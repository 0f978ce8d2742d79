/* embz classify FAMILY: universal embezzler or not, with the reasons. */
#include <stdlib.h>
#include <string.h>
#include <math.h>
#include "cli.h"

static const cli_opt_t classify_opts[] = {
    CLI_OPT_FROM,
    CLI_OPT_TO,
    CLI_OPT_POINTS,
    CLI_OPT_PREC_MANY,
    CLI_OPT_THREADS("sizes"),
    CLI_OPT_SET,
    CLI_OPT_AMPLITUDE,
    { "numeric-only", 0, CLI_FLAG, NULL, "skip the analytic (asymptotic expansion) route" },
    { "measure", 0, CLI_VALUE, "M",
      "k (default), or fidelity, purified, overlap: does it converge, how fast" },
    CLI_OPT_JSON,
    { "csv", 0, CLI_FLAG, NULL, "print a CSV header line and one row (the reasons joined by '; ')" },
    CLI_OPT_END
};

static const cli_spec_t classify_spec = {
    "classify", "FAMILY",
    "Is the family a universal embezzler? Verdict 'embezzler', 'not_embezzler' or\n"
    "'inconclusive' (one ebit), with the reasons in words and numbers.",
    "Numeric route (every family): a certified sweep of E_n over log-spaced sizes and fitted\n"
    "decay laws; the fitted limit, law and exponent are estimates, the values E_n are\n"
    "certified. Analytic route (weights without n built from + - * / ^ log exp sqrt): the\n"
    "leading asymptotic term of the weight and the divergence / power-bound criterion. When\n"
    "both give a definite answer and they differ, the verdict is 'inconclusive' and both are\n"
    "shown. See docs/analysis.md.\n"
    "--measure fidelity|purified|overlap: whether that measure converges to a perfect\n"
    "conversion (P -> 0, F_max -> 1, O -> 1) and how fast: its distance (P, 1 - F_max, 1 - O)\n"
    "is certified per size (sizes with bounds only are used as bounds, never fitted) and\n"
    "fitted (estimates); the verdict follows from the K classification where a theorem ties\n"
    "them (K <= P <= sqrt(K (2 - K))), and for the weight 1/i the overlap's exact law\n"
    "1 - O = C_2(n) / H_n. The output says which parts are proven and which are fitted.\n",
    classify_opts, 1, 1
};

/* "reasons:" and one line per fact */
static void reasons_text(embz_buf_t *b, const embz_classify_fact_struct *facts, slong n)
{
    embz_buf_printf(b, "reasons:\n");
    for (slong k = 0; k < n; k++) {
        char *t = embz_classify_fact_text(facts + k);
        embz_buf_printf(b, "  - %s\n", t);
        free(t);
    }
}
--------------------------------
▸ **Task to carry out**: The answer should consist of every line from the listing above that includes the word "slong".

▸ **Task solution**:
static void reasons_text(embz_buf_t *b, const embz_classify_fact_struct *facts, slong n)
    for (slong k = 0; k < n; k++) {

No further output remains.